If anything i'd probably just add BCAA's to the Citrulline/Beta-Alanine pre workout and again between weights and cardio.
Maybe switch to an N.O. product when i get a bit leaner.
10-01-2008, 01:57 AM
To anyone who is interested, check out the nutritional profile of MACA in the PDF. This came from the manufaturers website.
I have so much of it at home with a Dec. 08 expiry so i was going to add 1 scoop of WPI (close to 0% fat and carbs) to 30g of MACA as post workout.
Other than B-vitamins it seems to cover most bases. Tastes alright to.
10-01-2008, 06:22 AM
Beta-Alanine and Citrulline Malate are two great supps for endurance.
NO is a waste of time, IMO. Tried so many, never really found one I liked, except maybe SuperPump 250
10-01-2008, 09:02 AM
MacTech you to be more of an ecto-meso I would never be successful on the same type of diet as you. Just wanted to point out that what you eat while cutting is largely dependant on body type, everybody has to find out what works for them. I am recomp eating like you and simply reducing the caloric intake but if I have to lose more quickly I have to be much more strict. Your like my old training partner (exactly the same muscle leanness and hardness) he could eat chicken wings weeks out and still get to 4% without doing any cardio. For endo's there is some pain involved...you don't have to go hungry but you do have to eat a lot of vegtables.
10-01-2008, 03:14 PM
I'm a bit of all body types.
As a kid i was tall and lean/muscular like an ecto/meso but as i got older i've found it easy to put on weight around the midsection and i find it difficult to get that real hard muscular look that i'm after. Almost like an endo/ecto.
Training and reasonable nutrition helps to keep things getting out of control though.
Being 6"1 helps with overall appearance in jeans and t-shirt but i really need to get my waist size down to be completely happy in myself. Last summer i spent most of the time inside regreting my poor diet so this year i want to be different.
The training side of things has NEVER been a problem.
I'm not interested in getting ripped but trying to get some nice lines, separation and of course abs.
I have the drive and the knowledge and thanks to some words in this thread i now have creeping motivation so i just need to practice what i preach.
Keeping my diet in check is my biggest challenge.
11-03-2008, 01:41 PM
A bit of an update if you're interested.
I decided on CKD as i am a meat lover and it's working great.
I'm splitting my body up over 5 days which means one body part a day with calves and abs trained twice a week. This allows time for 30min. of incline treadmill.

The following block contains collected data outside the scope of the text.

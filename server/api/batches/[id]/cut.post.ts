import { batchCutSchema } from '#shared/utils/schemas'
import { cutBatch } from '#server/batches/service'

// Every job in the batch is marked cut; the shared sheets leave the shelf once.
export default defineEventHandler(async (event) => {
  const { actor, db, batch } = await requireBatch(event)
  const input = await readJson(event, batchCutSchema)
  return cutBatch(db, actor, batch, input)
})
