// Fonts shipped for number plates, read with opentype.js into outlines.
//
// Each font is an open-licence font from an npm package (WOFF: opentype.js reads WOFF, not
// WOFF2). The plate font is a heavy, plain grotesque whose numerals have thick strokes and open
// counters, so plates meet stroke rules at small heights and read from afar.
import { readFileSync } from 'node:fs'
import { createRequire } from 'node:module'
import opentype from 'opentype.js'

export interface PlateFontInfo {
  id: string
  family: string
  style: string
  weight: number
  /** npm package that ships the font, and the file and licence inside it. */
  package: string
  file: string
  licence: string
  licenceFile: string
}

export const PLATE_FONTS: readonly PlateFontInfo[] = [
  {
    id: 'work-sans-black',
    family: 'Work Sans',
    style: 'Black',
    weight: 900,
    package: '@fontsource/work-sans',
    file: 'files/work-sans-latin-900-normal.woff',
    licence: 'OFL-1.1',
    licenceFile: 'LICENSE',
  },
]
export const DEFAULT_PLATE_FONT_ID = 'work-sans-black'

export interface PlateFont {
  info: PlateFontInfo
  font: opentype.Font
}

export function plateFontInfo(id: string): PlateFontInfo {
  const info = PLATE_FONTS.find((f) => f.id === id)
  if (!info) throw new RangeError(`No plate font "${id}"; the shipped fonts are ${PLATE_FONTS.map((f) => f.id).join(', ')}.`)
  return info
}

const require = createRequire(import.meta.url)

/** Where the font file is on disk (resolved through the package, as Node resolves it). */
export function plateFontPath(info: PlateFontInfo): string {
  return require.resolve(`${info.package}/${info.file}`)
}

/** Where the font's licence is on disk. */
export function plateFontLicencePath(info: PlateFontInfo): string {
  return require.resolve(`${info.package}/${info.licenceFile}`)
}

/** A font from its bytes (for callers that keep the file elsewhere, e.g. as a server asset). */
export function parsePlateFont(info: PlateFontInfo, bytes: Uint8Array): PlateFont {
  const buffer = bytes.buffer.slice(bytes.byteOffset, bytes.byteOffset + bytes.byteLength)
  const font = opentype.parse(buffer)
  if (!font.supported) throw new Error(`The font file of ${info.family} ${info.style} could not be read.`)
  return { info, font }
}

const loaded = new Map<string, PlateFont>()

/** A shipped font, read once per process. */
export function loadPlateFont(id: string = DEFAULT_PLATE_FONT_ID): PlateFont {
  let f = loaded.get(id)
  if (!f) {
    const info = plateFontInfo(id)
    f = parsePlateFont(info, readFileSync(plateFontPath(info)))
    loaded.set(id, f)
  }
  return f
}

3. Legs (Quads-Hams) no treadmill
I don't have the energy for HIIT like i planned but i'm really enjoying what i'm doing. It's been a bit over 4 weeks and waist size/bodyfat has come down considerably, especially the last week.
I've done keto before with a horrible first week, no energy, no strength, brain-fog etc. but have not had it once this time.
The only thing i've done differently is add Beta-Alanine, Sulbutiamine and Co.Q10.
I have WPI only for post workout, bacon and eggs an hour or so later and steak, whole eggs, green salads with mayo and green vegetables whenever i'm hungry and ONLY when i'm hungry for the rest of the day.
One carb meal on Wednesday and all day Saturday. I'm sticking to mostly good carbs though with only ONE junk meal. I've actually just ordered some Na-RALA to help with refeeds.
I'm also drinking upwards of 5 litres of water every day. This helps a LOT and i think it's keeping my muscle reasonably full.